§ **TO DO**: Within the data below, copy each line where the string "DELETE" is found.

§ **RECORDED DATA**:
import { formatUtc } from '../../shared/reports/formatQuantity';
import { formatSI } from '../../shared/units';
import type { CaptureReportData } from './captureReportData';
import { finishWithin } from './finishWithin';
import { ReportWriter } from './pdf/ReportWriter';
import { figuresSection, metersSection } from './sections/figuresSection';
import { harmonicsSection } from './sections/harmonicsSection';
import { instrumentSection } from './sections/instrumentSection';
import { limitChecksSection } from './sections/limitChecksSection';
import { marksSection, warningsSection } from './sections/notesSections';
import { powerSection, systemSection } from './sections/powerSection';
import { reportHeader } from './sections/reportHeader';
import { waveformSection } from './sections/waveformSection';

const cut = (s: string, n: number) => (s.length > n ? `${s.slice(0, n - 1)}…` : s);

/** Who, what and when, at the top of a capture report. */
function facts(d: CaptureReportData): [string, string][] {
  const c = d.capture;
  const { options } = d.author;
  return [
    ['Project', d.projectName ?? '—'],
    ['Capture', c.name],
    ['Original file', `${c.originalName} (${c.sizeBytes.toLocaleString('en')} bytes)`],
    ['SHA-256', c.sha256],
    ['Record', `${c.channels.length} channel(s) · ${formatSI(c.sampleRate, 'Hz', 4).replace('Hz', 'S/s')} · ${(c.sampleCount ?? 0).toLocaleString('en')} samples · ${formatSI(c.durationS, 's', 4)}`],
    ['Channels', c.channels.map((ch) => `${ch.name} (${ch.unit || 'no unit'})`).join(', ')],
    ['Uploaded', `${c.uploadedBy ? `by ${c.uploadedBy.name}, ` : ''}${formatUtc(c.createdAt)}`],
    ['Analysed', `Crestline engine version ${c.engineVersion ?? '—'}${c.readyAt ? `, ${formatUtc(c.readyAt)}` : ''}`],
    ['Prepared by', [options.preparedBy || d.author.preparedBy, options.company].filter(Boolean).join(', ')],
    ['Generated', formatUtc(d.generatedAt)],
  ];
}

/**
 * A capture's report as PDF: header and summary, the instrument's header lines, the waveform, figures,
 * meter readings, harmonics, power and system figures, warnings, marks, kept limit checks, and the
 * safety cautions, which are written even when the page limit cut the sections short.
 */
export async function renderCaptureReport(d: CaptureReportData): Promise<Buffer> {
  const title = d.author.options.title || `Capture report: ${d.capture.name}`;
  const w = new ReportWriter({
    title,
    subject: `Figures, harmonics and meter readings of the capture “${d.capture.name}”`,
    author: [d.author.options.preparedBy || d.author.preparedBy, d.author.options.company].filter(Boolean).join(', '),
    footer: `Crestline · ${cut(d.capture.name, 70)} · generated ${formatUtc(d.generatedAt)}`,
  });
  return finishWithin(w, [
    () => reportHeader(w, 'Capture report', title, facts(d), d.author.options),
    () => instrumentSection(w, d),
    () => waveformSection(w, d),
    () => figuresSection(w, d),
    () => metersSection(w, d),
    () => harmonicsSection(w, d),
    () => powerSection(w, d),
    () => systemSection(w, d),
    () => warningsSection(w, d.capture.channels, d.analyses),
    () => marksSection(w, d),
    () => limitChecksSection(w, d),
  ]);
}
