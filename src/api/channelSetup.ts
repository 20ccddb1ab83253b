import type { CaptureDetail } from '../../shared/schemas/capture';
import type { ChannelSetupPatch, CreateProbePresetRequest, ProbePreset } from '../../shared/schemas/channelSetup';
import type { TrendQuery, TrendResponse } from '../../shared/schemas/powerQuality';
import type { SystemsRequest } from '../../shared/schemas/threePhase';
import { api } from './http';
import { queryString as query } from './queryString';

export type TrendRequest = Pick<TrendQuery, 'channel' | 'kind' | 'points'> & { fromS?: number; toS?: number };

export const patchChannel = (id: number, index: number, patch: ChannelSetupPatch) => api<CaptureDetail>('PATCH', `/captures/${id}/channels/${index}`, patch);
export const putSystems = (id: number, systems: SystemsRequest) => api<CaptureDetail>('PUT', `/captures/${id}/systems`, systems);
export const findSystemsAgain = (id: number) => api<CaptureDetail>('DELETE', `/captures/${id}/systems`);
export const putDeclaredVoltage = (id: number, declaredVoltage: number | null) => api<CaptureDetail>('PUT', `/captures/${id}/declared-voltage`, { declaredVoltage });
export const getTrend = (id: number, q: TrendRequest) => api<TrendResponse>('GET', `/captures/${id}/trend?${query(q)}`);
export const sharedTrend = (token: string, id: number, q: TrendRequest) => api<TrendResponse>('GET', `/shared/${token}/captures/${id}/trend?${query(q)}`);
export const listPresets = (projectId: number) => api<{ items: ProbePreset[] }>('GET', `/projects/${projectId}/probe-presets`);
export const createPreset = (projectId: number, req: CreateProbePresetRequest) => api<ProbePreset>('POST', `/projects/${projectId}/probe-presets`, req);
export const deletePreset = (id: number) => api<void>('DELETE', `/probe-presets/${id}`);
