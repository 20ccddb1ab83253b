import type { ChannelAnalysis } from '../../shared/schemas/analysis';
import type { Annotation } from '../../shared/schemas/annotation';
import type { CaptureDetail, SamplesResponse } from '../../shared/schemas/capture';
import type { StoredLimitCheck } from '../../shared/schemas/compliance';
import type { ReportOptions } from '../../shared/schemas/report';
import type { AppContext } from '../context';
import { findProject } from '../db/projectRepository';
import { listAnnotations } from '../services/annotationService';
import { keptChecks } from '../services/limitCheckService';
import { powerFigures, type PowerPair } from '../services/powerFiguresService';
import { readyCapture } from '../services/readyCapture';
import { sampleWindow } from '../services/sampleWindowService';

/** Channels a report covers; a capture with more lists the rest by name only. */
export const REPORT_MAX_CHANNELS = 8;
/** Marks listed at most. */
export const REPORT_MAX_MARKS = 100;
/** Points per plotted waveform: as many as a page's width shows. */
const PLOT_POINTS = 900;

/** Who the report is made for and by: the signed-in person's options, or a share link's read-only view. */
export interface ReportAuthor {
  options: ReportOptions;
  /** The signed-in user's name, or "a read-only link shared by …". */
  preparedBy: string;
}

export interface CaptureReportData {
  capture: CaptureDetail;
  analyses: ChannelAnalysis[];
  projectName: string | null;
  waveforms: SamplesResponse[];
  marks: Annotation[];
  checks: StoredLimitCheck[];
  power: PowerPair[];
  author: ReportAuthor;
  generatedAt: Date;
}

/** Everything a capture report shows, read once: 404 for an unknown capture, 409 while it is not ready. */
export async function captureReportData(ctx: AppContext, captureId: number, author: ReportAuthor): Promise<CaptureReportData> {
  const { detail, analyses } = await readyCapture(ctx, captureId);
  const shown = detail.channels.slice(0, REPORT_MAX_CHANNELS);
  const waveforms: SamplesResponse[] = [];
  for (const c of shown) {
    const a = analyses[c.index];
    waveforms.push(await sampleWindow(ctx, captureId, { channel: c.index, fromS: a.window.startS, toS: a.window.endS, points: PLOT_POINTS }));
  }
  const marks = (await listAnnotations(ctx, captureId)).filter((m) => m.state === 'active').slice(0, REPORT_MAX_MARKS);
  return {
    capture: detail,
    analyses,
    projectName: (await findProject(ctx.db, detail.projectId))?.name ?? null,
    waveforms,
    marks,
    checks: await keptChecks(ctx, { detail, analyses }),
    power: await powerFigures(ctx, detail),
    author,
    generatedAt: new Date(),
  };
}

§ **WRITTEN SOLUTION**:
export const findSystemsAgain = (id: number) => api<CaptureDetail>('DELETE', `/captures/${id}/systems`);
export const deletePreset = (id: number) => api<void>('DELETE', `/probe-presets/${id}`);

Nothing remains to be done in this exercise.